The Syrian Observatory for Human Rights is based in Coventry in the West Midlands, the UK. The organization is run by Abdel Rahman from his home in Coventry
RT: Why is the monitor's credibility only being questioned now?
Gregory Copley: Because until now it has been reporting in a way which reflected badly on the Syrian government and in favor of the UK and US government’s position on Assad. So, it was never really a major intelligence collector. It always had a political agenda. It was quite clear that it was an anti-Assad group. Did it have some good information? Possibly, on occasion. Would that information be good enough to use as a targeting medium? I would say not. And it is actually interesting that the coalition has indicated that it used information from the SOHR as valid targeting data in a highly fluid situation. So, when the mistakes are happening with targeting, it is very easy to blame it on the SOHR. But the reality is that it was never a credible intelligence tool.
Everything that is going on now is involved in a global propaganda war. So, every side is trying to discredit the other side. A lot of these sources are possibly just relying on wrong internal sources that happen to be biased, that happen to be pushing an agenda, whomever they may be speaking to. But the larger point is the sort of propaganda that is involved as a central feature of how foreign policy is being conducted these days… In the United States, the propaganda directed against the Russian involvement in the Middle East is merged with attacks on President Trump, mainly by the Democratic Party. - Gerry Sussman, professor, Portland State University, to RT
RT: German officials say the Syrian observatory's sources on the ground may be biased, which could be Western-backed rebel groups. Do these groups no longer trust their Western partners?
GC: I think there are two factors. Firstly, nobody on the ground in Syria at this stage is unbiased. They all have a position one way or another. And rightly so. That is the nature of warfare. Secondly, are they going to be able to credibly do anything? No, I don’t think so. It is basically an unreliable source. They reflect the fact that the UK government, and to a greater degree the US government, is less and less interested in interfering in Syria in the way that they want interference. The Syrian Observatory wants Assad out of office. The US government has said that that is no longer a primary objective, it may be an incidental objective, but it is not a primary objective. So, the US is not interested in supporting the Turkish-Saudi and Qatari objective which is to overthrow the Syrian government. That being the case, the so-called moderate and extreme groups against Assad are losing trust and faith in Washington and London.
This is the first time I have ever heard any Western government questioning the Syrian Observatory. They have just accepted it and taken it as an authorized source all the way through so many years since the civil war has been raging in Syria. I believe this is connected to the potential for a war crimes investigation. This school was hit with some 200 pupils killed; it is clearly not a military target; it is clearly subject to international law. The Americans seem to have indicated that they were involved. The Germans must be aware that they could face potential prosecution over any attack on a school and therefore they have to try and rubbish the source. I think all of bodies such as this have to be aware that one moment you could be the flavor of the month with Germany, America, Britain, France and so on.

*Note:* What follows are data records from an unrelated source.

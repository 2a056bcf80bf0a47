import { mkdirSync } from 'node:fs';
import path from 'node:path';

// process.cwd(), not import.meta.url: the build inlines this file into dist.
const root = process.cwd();
const dataDir = path.resolve(root, process.env.DATA_DIR ?? 'data');
const filename = process.env.DATABASE_FILE ?? path.join(dataDir, 'umberline.sqlite');
if (filename !== ':memory:') mkdirSync(path.dirname(filename), { recursive: true });

/** @type {import('knex').Knex.Config} */
const config = {
  client: 'better-sqlite3',
  connection: { filename },
  useNullAsDefault: true,
  pool: {
    min: 1,
    max: 1,
    afterCreate(connection, done) {
      connection.pragma('journal_mode = WAL');
      connection.pragma('synchronous = FULL');
      connection.pragma('foreign_keys = ON');
      connection.pragma('busy_timeout = 5000');
      connection.pragma('journal_size_limit = 67108864');
      done(null, connection);
    },
  },
  migrations: { directory: path.join(root, 'db/migrations'), loadExtensions: ['.mjs'] },
  seeds: { directory: path.join(root, 'db/seeds'), loadExtensions: ['.mjs'] },
};
export default config;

But as soon as you cross their interest, they are going to turn on you, drop you like a stone, but also abuse you and throw everything they can at you to make sure that you no longer are regarded as a credible source. So maybe the Observatory is going to learn the hard way here. - Political analyst Chris Bambery, to RT.
RT: The German Foreign Ministry says the Syrian Observatory remains an important partner. What other sources can European governments use if it no longer trusts the Syrian Observatory?

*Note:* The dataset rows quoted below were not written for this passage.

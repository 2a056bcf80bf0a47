import { createHash } from 'node:crypto';
import { z } from 'zod';
import type { PassagePicture } from '../../prepare/report';
import { settingsSchema } from '../../prepare/settings';
import { database } from '../db';
import { taskHandler } from '../queue/handler';
import { pipeline } from '../queue/pipeline';
import { storage } from '../storage/store';
import { artworkById } from '../tables/artworks';
import { finishPreparation, preparationById } from '../tables/preparations';

const payload = z.object({ preparationId: z.number().int().positive() });

/** Makes the prepared files of one preparation; made again, the bytes are the same. */
export const prepareOrderTask = taskHandler({
  name: 'prepare-order',
  payload,
  timeLimitMs: 5 * 60_000,
  async run({ preparationId }, context) {
    const row = await preparationById(database(), preparationId);
    const artwork = row && (await artworkById(database(), row.artwork_id));
    if (!row || !artwork) throw new Error(`expected preparation ${preparationId} with its artwork, got none`);
    const store = await storage();
    const request = {
      settings: settingsSchema.parse(JSON.parse(row.settings)),
      artworkVersion: artwork.version,
    };
    const prepared = await (await pipeline()).prepare(await store.get(artwork.sha256), request, context);
    if (prepared.key !== row.key) throw new Error(`expected the preparation ${row.key}, got ${prepared.key}`);
    for (const file of prepared.files) {
      const listed = prepared.manifest.files.find(({ name }) => name === file.name);
      const sha256 = createHash('sha256').update(file.bytes).digest('hex');
      if (listed?.sha256 !== sha256)
        throw new Error(`expected ${file.name} as the manifest lists it, got other bytes`);
      context.signal.throwIfAborted();
      await store.put(file.bytes);
    }
    const pictures: Partial<Record<PassagePicture, string>> = {};
    for (const [name, bytes] of Object.entries(prepared.pictures))
      pictures[name as PassagePicture] = await store.put(bytes);
    const { manifest, manifestSha256, report, timings } = prepared;
    return (trx) =>
      finishPreparation(trx, preparationId, { manifest, manifestSha256, report, pictures, timings });
  },
});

GC: That is the reality. There are no single sources and there are no small groups of sources that can be trusted to give an overall impression. I think the evidence can only be drawn from the results. We see movement of one group or another in a certain direction – you start to get an idea as to what is happening, but the reality is that we are seeing divisions now between the US and its allies, on the one hand, and the Turkish, Qatari and Saudis on the other. There are divisions on the battlefield, as well. We are seeing the US actually trying to block the Turks in certain areas on the ground in Syria and try to contain them. So, we are seeing a lot of dislocation within the so-called coalition. We are seeing the fact that this is going to erupt further. I think we will start to see an eruption out of Syria as ISIS gets more and more cornered as Al-Qaeda starts to regroup. I think that will flow into Lebanon very shortly and I think we will start to see great dislocation there. We will probably see Turkish-US antagonisms rise to a new level, particularly after the coming referendum in Turkey.